# Math Help - Quadratic Functions

If x and y are real and x+y=1, find the minimum value of 7x^2 - 4xy + 9y^2 and the values that x and y then assume</SPAN>

Thanks.

2. Originally Posted by Lukybear
If x and y are real and x+y=1, find the minimum value of 7x^2 - 4xy + 9y^2 and the values that x and y then assume</SPAN>

Thanks.
Hi.

ok you have that $y=1-x$ and $z=7x^2-4xy+9y^2$.

Now substitute the first into the second. This gives:
$z=7x^2-4x(1-x)+9(1-x)^2$
so
$z=2x^2-22x-9$

Now differentiate and equate to zero to find the turning point
$\frac{dz}{dx}=4x-22=0$
so
$x=5.5$

(you can clarify that this is a minimum by differentiating again and seeing it is positive)

Now plug this into $z=2x^2-22x-9$ to get $z=-69.5$ as the min value.

Now plug $x=5.5$ back into $y=1-x$ to get $y=-4.5$

so $5.5,-4.5$ are the values of x and y where the minimum occurs.

HTH
Si.

3. Since this was listed in "Pre-Algebra and Algebra", here's how to do it without calculus:

Reduce to $2x^2- 22x- 9$ as bananaxxx did and then complete the square.

$2x^2- 22x- 9= 2(x^2- 11x) - 9= 2(x^2- 11x+ (11/2)^2- (11/2)^2)- 9$
$= 2(x^2- 11x+ 121/4)- 121/2- 9= 2(x- 11/2)^2- 139/2$

If x= 11/2= 5.5, x-11/2= 0 and so z= -139/2. If x is any other number, x- 11/2 is not 0 so its square is positive and z is larger than -139.2. -139.2 is the smallest possible value of z and it occurs when x= 5.5. Of course, as bananaxxx says, when x= 5.5, y= 1- 5.5= -4.5.

4. Originally Posted by bananaxxx
$z=7x^2-4x(1-x)+9(1-x)^2$
so
$z=2x^2-22x-9$
No; z = 20x^2 - 22x + 9
So x = .55, y = .45 ; min = 2.95

5. Originally Posted by Wilmer
No; z = 20x^2 - 22x - 9
So x = .55, y = .45 ; min = 2.95

6. Originally Posted by HallsofIvy
Since this was listed in "Pre-Algebra and Algebra", here's how to do it without calculus:

7. Originally Posted by Lukybear
If x and y are real and x+y=1, find the minimum value of 7x^2 - 4xy + 9y^2 and the values that x and y then assume
$z = 7x^2 - 4x(1-x) + 9(1-x)^2$

$z = 7x^2 - 4x + 4x^2 + 9(1 - 2x + x^2)$

$z = 7x^2 - 4x + 4x^2 + 9 - 18x + 9x^2$

$z = 20x^2 - 22x + 9$

$x_{min} = -\frac{b}{2a} = \frac{22}{40} = \frac{11}{20}
$

$y = 1 - x = \frac{9}{20}$

No; z = 20x^2 - 22x - 9
So x = .55, y = .45 ; min = 2.95
Wilmer's calculations are correct ... he just has a sign typo for the "9".

8. Originally Posted by skeeter
Wilmer's calculations are correct ... he just has a sign typo for the "9".
We were both wrong then

Edit: It seems the more I learn in maths...the more stupid mistakes I make.
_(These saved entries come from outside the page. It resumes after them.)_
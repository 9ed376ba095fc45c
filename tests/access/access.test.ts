// Access, route by route (API, in-process): every role the inventory does not allow, anonymous,
// and the other chamber's chief clerk are refused (401, 403 or 404) and change nothing; answers
// to the other chamber carry no Harrowmere record. Allowed roles reading get 200, so the sample
// records are real. Common practice (least privilege, tenant isolation), no source.
import type { APIRoute } from "astro";
import { beforeAll, describe, expect, it } from "vitest";
import { call, type Session } from "../support/app.ts";
import { tableCounts } from "../support/db.ts";
import type { Seeded } from "../support/fixtures.ts";
import { API_ROUTES, outsiderStatuses, refusedRoles, urlOf, type ApiRoute, type Samples } from "./route-inventory.ts";
import { harrowmereMarkers, seedSamples } from "./samples.ts";

let s: Seeded;
let samples: Samples;
let markers: string[];

beforeAll(async () => {
  ({ s, samples } = await seedSamples());
  markers = await harrowmereMarkers(s.chambers.harrowmere);
}, 120_000);

const modules = new Map<string, Record<string, APIRoute>>();
async function handlerOf(r: ApiRoute): Promise<APIRoute> {
  if (!modules.has(r.file)) modules.set(r.file, await import(/* @vite-ignore */ `../../src/pages/${r.file}`));
  const h = modules.get(r.file)![r.method];
  if (!h) throw new Error(`${r.file} exports no ${r.method}`);
  return h;
}

async function send(r: ApiRoute, as: Session | null) {
  const url = new URL(urlOf(r, samples), "http://127.0.0.1");
  const params = Object.fromEntries(Object.entries(r.params ?? {}).map(([k, key]) => [k, samples[key!]]));
  const raw = r.raw?.(samples);
  return call(await handlerOf(r), r.method, url.pathname + url.search, {
    as,
    params,
    query: Object.fromEntries(url.searchParams),
    ...(raw ? { rawBody: raw.body, headers: { "content-type": raw.contentType } } : r.body ? { body: r.body(samples) } : {}),
  });
}

const guarded = API_ROUTES.filter((r) => r.audience !== "public");
const label = (r: ApiRoute) => `${r.method} ${r.path}`;

describe("the inventory's samples are real", () => {
  it("every allowed role reads every GET route (200)", async () => {
    for (const r of guarded.filter((x) => x.method === "GET" && !x.stream && !x.starterOnly && x.file !== "api/dev/mail.ts")) {
      for (const role of r.audience as readonly string[]) {
        const res = await send(r, s.as[role as keyof Seeded["as"]]);
        expect(res.status, `${label(r)} as ${role}: ${JSON.stringify(res.body).slice(0, 200)}`).toBe(200);
      }
    }
  });
});

describe("refusals", () => {
  it("anonymous: 401 on every route that needs a sign-in, and nothing changes", async () => {
    const before = await tableCounts();
    for (const r of guarded) {
      const res = await send(r, null);
      expect(res.status, label(r)).toBe(401);
    }
    expect(await tableCounts()).toEqual(before);
  });

  it("every role the inventory does not allow: 403 (or 404), and nothing changes", async () => {
    const before = await tableCounts();
    let checked = 0;
    for (const r of guarded) {
      for (const role of refusedRoles(r.audience)) {
        const res = await send(r, s.as[role]);
        expect([403, 404], `${label(r)} as ${role}: ${res.status} ${JSON.stringify(res.body).slice(0, 200)}`).toContain(res.status);
        checked++;
      }
    }
    expect(checked).toBeGreaterThan(60);
    expect(await tableCounts()).toEqual(before);
  });

  it("the other chamber's chief clerk: refused wherever a Harrowmere record is named, and nothing changes", async () => {
    const before = await tableCounts();
    for (const r of guarded.filter((x) => x.outsider === "refused")) {
      const res = await send(r, s.outsider);
      expect(outsiderStatuses(r), `${label(r)}: ${res.status} ${JSON.stringify(res.body).slice(0, 300)}`).toContain(res.status);
      const text = JSON.stringify(res.body);
      for (const m of markers) expect(text.includes(m), `${label(r)} leaks ${m}`).toBe(false);
    }
    expect(await tableCounts()).toEqual(before);
  });

  it("the other chamber's chief clerk reading its own chamber's lists sees no Harrowmere record", async () => {
    for (const r of guarded.filter((x) => x.outsider === "own-chamber" && x.method === "GET")) {
      const res = await send(r, s.outsider);
      expect(res.status, label(r)).toBeLessThan(500);
      const text = typeof res.body === "string" ? res.body : JSON.stringify(res.body);
      for (const m of markers) expect(text.includes(m), `${label(r)} leaks ${m}`).toBe(false);
    }
  });
});
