/** Real Harrowmere records the tests look up or create before calling (see access.test.ts). */
export type SampleKey =
  | "measure"
  | "amendment"
  | "draftAmendment"
  | "attachment"
  | "uploadedMeasure"
  | "override"
  | "run"
  | "runOrder"
  | "circulation"
  | "list"
  | "message"
  | "estimate"
  | "sitting"
  | "invitation"
  | "member"
  | "rulebookVersion"
  | "rulebookVersion2"
  | "draftRuling"
  | "issuedRuling"
  | "legislator"
  | "template";

export type Samples = Record<SampleKey, string> & { rulebookDocument: unknown };

export type Method = "GET" | "POST" | "PUT" | "PATCH" | "DELETE" | "ALL";

export const ALL_ROLES = ["chief-clerk", "clerk", "member", "staff", "observer"] as const satisfies readonly ChamberRole[];
const CLERKS = ["chief-clerk", "clerk"] as const satisfies readonly ChamberRole[];
const FILERS = ["chief-clerk", "clerk", "member"] as const satisfies readonly ChamberRole[];
const SENDERS = ["chief-clerk", "clerk", "staff"] as const satisfies readonly ChamberRole[];
const ESTIMATORS = ["chief-clerk", "clerk", "member", "staff"] as const satisfies readonly ChamberRole[];
const CHIEF = ["chief-clerk"] as const satisfies readonly ChamberRole[];

/**
 * Who may call a route:
 * - a list of chamber roles (the permission check; services may narrow further, see `note`);
 * - "public": no sign-in (auth endpoints, signed unsubscribe links, sign-in pages);
 * - "signed-in": any signed-in user, even one in no chamber yet.
 */
export type Audience = readonly ChamberRole[] | "public" | "signed-in";

/**
 * What the other chamber's chief clerk must get:
 * - "refused": the request names Harrowmere records: 403 or 404, and nothing changes (422 naming the
 *   field when the record is named in the body or query rather than the path);
 * - "own-chamber": the route works on the caller's own chamber: a GET answers without any
 *   Harrowmere data in it; a write is not sent (it would only touch Saltreach).
 */
export type OutsiderRule = "refused" | "own-chamber";

export interface ApiRoute {
  file: string;
  method: Method;
  path: string;
  audience: Audience;
  outsider: OutsiderRule;
  params?: Partial<Record<string, SampleKey>>;
  query?: (s: Samples) => Record<string, string>;
  /** A body an allowed Harrowmere user could send (so the outsider gets past parsing to the chamber check). */
  body?: (s: Samples) => unknown;
  /** A non-JSON body (uploads). */
  raw?: (s: Samples) => { body: BodyInit; contentType: string };
  /** The answer is a never-ending stream: only refusals are called. */
  stream?: boolean;
  /**
   * A development tool (the local mail catcher's inbox): not chamber-scoped, 404 in production.
   * Exempt from the "no Harrowmere data" check for the other chamber's chief clerk.
   */
  devOnly?: boolean;
  /**
   * Answers only for the person who started the record, which lives in the server's memory for a
   * while (an ideal-point estimate): no stored sample can stand for it, so "every allowed role reads
   * it" is not called; the refusals are, and tests/browser/positions.test.ts reads it as its starter.
   */
  starterOnly?: boolean;
  note?: string;
}

export interface PageRoute {
  file: string;
  path: string;
  audience: Audience;
  outsider: OutsiderRule;
  params?: Partial<Record<string, SampleKey>>;
  query?: (s: Samples) => Record<string, string>;
  devOnly?: boolean;
  note?: string;
}

const ballots = { kind: "ballots", rows: [{ member: "all", weight: 40, ranking: ["measure", "Q"] }] };
const rulingContent = (s: Samples) => ({
  raisedById: s.legislator,
  target: { kind: "motion", ref: "previous-question", label: "Previous question" },
  motion: "previous-question",
  question: "Was the previous question carried?",
  decision: "not-sustained",
  reasoning: "The division superseded the show of hands.",
  citations: [{ kind: "rule", ruleId: "previous-question", citation: "RONR (1915) §29" }],
  sitting: "Access sitting",
  sittingDate: "2026-04-02",
});
const csv = () => ({ body: "member,rank1,rank2\nall,measure,Q\n", contentType: "text/csv" });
Im now a fourth year uni student and I can't multiply out brackets without a mistake! Oh dear...I blame it on the hangover.....

9. Originally Posted by bananaxxx
We were both wrong then
I disagree ... a typo is not an algebra error.

10. Originally Posted by skeeter
I disagree ... a typo is not an algebra error.
Prove it.

sigh...back to my ergodic theory...much easier than multiplying out brackets haha!

11. Originally Posted by bananaxxx
Prove it.
Wilmer's minimum value calculation is correct.

12. Originally Posted by skeeter
Wilmer's minimum value calculation is correct.
Lol i can see it is now ...just what he had written wasn't. And in a proof a typo is indistinguishable from an error!

13. Hey Bananas, if you look closely, you'll see that my -9 was simply
copying YOURS...I thought a university student would NEVER make
a typo

14. Originally Posted by Wilmer
Hey Bananas, if you look closely, you'll see that my -9 was simply
copying YOURS...I thought a university student would NEVER make
a typo
Hence why I said earlier about me making more and more simple mistakes the more maths I learn...do I sense hostility in you? And FYI university students are not machines we are human and make just as many mistakes as you retired folk.

15. Originally Posted by bananaxxx
> ...do I sense hostility in you?

You shouldn't...twas a joke.

> And FYI university students are not machines we are human...

I see you like to joke too
.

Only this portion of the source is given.